● **Activity**
Give back all the data below exactly as it is shown.
═════ Excerpted data
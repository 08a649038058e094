// The frame shared by the report's charts: the <svg> element, grid, axes,
// tick labels and axis titles.
#include <algorithm>
#include <cmath>

#include "html_charts.hpp"

namespace gapmark::charts {

using svg::coord;
using svg::escape;

std::string open_svg(const Plot& plot, const std::string& title) {
  return "<svg class=\"chart\" viewBox=\"0 0 " + coord(plot.width) + " " + coord(plot.height) +
         "\" role=\"img\" aria-label=\"" + escape(title) + "\"><title>" + escape(title) + "</title>";
}

std::vector<double> fit_y(Plot& plot, double lo, double hi) {
  if (!std::isfinite(lo) || !std::isfinite(hi)) lo = 0, hi = 1;
  if (hi == lo) {
    const double pad = lo == 0 ? 1 : std::abs(lo) * 0.1;
    lo -= pad;
    hi += pad;
  }
  const double pad = (hi - lo) * 0.06;
  lo -= pad;
  hi += pad;
  auto ticks = svg::nice_ticks(lo, hi, 5);
  plot.y = {lo, hi, plot.y0(), plot.y1()};
  return ticks;
}

std::string axes(const Plot& plot, const std::vector<double>& x_ticks, const std::vector<std::string>& x_names,
                 const std::vector<double>& y_ticks, const std::string& x_label, const std::string& y_label) {
  std::string out = "<g class=\"axes\" font-size=\"12\" fill=\"" + std::string(svg::kInk) + "\">";
  for (double t : y_ticks) {
    const double y = plot.y(t);
    out += "<line x1=\"" + coord(plot.x0()) + "\" x2=\"" + coord(plot.x1()) + "\" y1=\"" + coord(y) + "\" y2=\"" +
           coord(y) + "\" stroke=\"" + svg::kGrid + "\"/>";
    out += "<text x=\"" + coord(plot.x0() - 6) + "\" y=\"" + coord(y + 3.5) + "\" text-anchor=\"end\">" +
           escape(svg::tick_label(t)) + "</text>";
  }
  out += "<line x1=\"" + coord(plot.x0()) + "\" x2=\"" + coord(plot.x1()) + "\" y1=\"" + coord(plot.y0()) +
         "\" y2=\"" + coord(plot.y0()) + "\" stroke=\"" + svg::kAxis + "\"/>";
  for (std::size_t i = 0; i < x_ticks.size(); ++i) {
    const double x = plot.x(x_ticks[i]);
    out += "<line x1=\"" + coord(x) + "\" x2=\"" + coord(x) + "\" y1=\"" + coord(plot.y0()) + "\" y2=\"" +
           coord(plot.y0() + 4) + "\" stroke=\"" + svg::kAxis + "\"/>";
    const std::string label = i < x_names.size() ? x_names[i] : svg::tick_label(x_ticks[i]);
    out += "<text x=\"" + coord(x) + "\" y=\"" + coord(plot.y0() + 16) + "\" text-anchor=\"middle\">" +
           escape(label) + "</text>";
  }
  out += "<text x=\"" + coord((plot.x0() + plot.x1()) / 2) + "\" y=\"" + coord(plot.height - 6) +
         "\" text-anchor=\"middle\" class=\"axis-title\">" + escape(x_label) + "</text>";
  const double cy = (plot.y0() + plot.y1()) / 2;
  out += "<text transform=\"translate(14 " + coord(cy) + ") rotate(-90)\" text-anchor=\"middle\" class=\"axis-title\">" +
         escape(y_label) + "</text>";
  out += "</g>";
  return out;
}

}  // namespace gapmark::charts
══════════
● **Solution**
repository 08a649038058e094
// The frame shared by the report's charts: the <svg> element, grid, axes,
// tick labels and axis titles.
#include <algorithm>
#include <cmath>

#include "html_charts.hpp"

namespace gapmark::charts {

using svg::coord;
using svg::escape;

std::string open_svg(const Plot& plot, const std::string& title) {
  return "<svg class=\"chart\" viewBox=\"0 0 " + coord(plot.width) + " " + coord(plot.height) +
         "\" role=\"img\" aria-label=\"" + escape(title) + "\"><title>" + escape(title) + "</title>";
}

std::vector<double> fit_y(Plot& plot, double lo, double hi) {
  if (!std::isfinite(lo) || !std::isfinite(hi)) lo = 0, hi = 1;
  if (hi == lo) {
    const double pad = lo == 0 ? 1 : std::abs(lo) * 0.1;
    lo -= pad;
    hi += pad;
  }
  const double pad = (hi - lo) * 0.06;
  lo -= pad;
  hi += pad;
  auto ticks = svg::nice_ticks(lo, hi, 5);
  plot.y = {lo, hi, plot.y0(), plot.y1()};
  return ticks;
}

std::string axes(const Plot& plot, const std::vector<double>& x_ticks, const std::vector<std::string>& x_names,
                 const std::vector<double>& y_ticks, const std::string& x_label, const std::string& y_label) {
  std::string out = "<g class=\"axes\" font-size=\"12\" fill=\"" + std::string(svg::kInk) + "\">";
  for (double t : y_ticks) {
    const double y = plot.y(t);
    out += "<line x1=\"" + coord(plot.x0()) + "\" x2=\"" + coord(plot.x1()) + "\" y1=\"" + coord(y) + "\" y2=\"" +
           coord(y) + "\" stroke=\"" + svg::kGrid + "\"/>";
    out += "<text x=\"" + coord(plot.x0() - 6) + "\" y=\"" + coord(y + 3.5) + "\" text-anchor=\"end\">" +
           escape(svg::tick_label(t)) + "</text>";
  }
  out += "<line x1=\"" + coord(plot.x0()) + "\" x2=\"" + coord(plot.x1()) + "\" y1=\"" + coord(plot.y0()) +
         "\" y2=\"" + coord(plot.y0()) + "\" stroke=\"" + svg::kAxis + "\"/>";
  for (std::size_t i = 0; i < x_ticks.size(); ++i) {
    const double x = plot.x(x_ticks[i]);
    out += "<line x1=\"" + coord(x) + "\" x2=\"" + coord(x) + "\" y1=\"" + coord(plot.y0()) + "\" y2=\"" +
           coord(plot.y0() + 4) + "\" stroke=\"" + svg::kAxis + "\"/>";
    const std::string label = i < x_names.size() ? x_names[i] : svg::tick_label(x_ticks[i]);
    out += "<text x=\"" + coord(x) + "\" y=\"" + coord(plot.y0() + 16) + "\" text-anchor=\"middle\">" +
           escape(label) + "</text>";
  }
  out += "<text x=\"" + coord((plot.x0() + plot.x1()) / 2) + "\" y=\"" + coord(plot.height - 6) +
         "\" text-anchor=\"middle\" class=\"axis-title\">" + escape(x_label) + "</text>";
  const double cy = (plot.y0() + plot.y1()) / 2;
  out += "<text transform=\"translate(14 " + coord(cy) + ") rotate(-90)\" text-anchor=\"middle\" class=\"axis-title\">" +
         escape(y_label) + "</text>";
  out += "</g>";
  return out;
}

}  // namespace gapmark::charts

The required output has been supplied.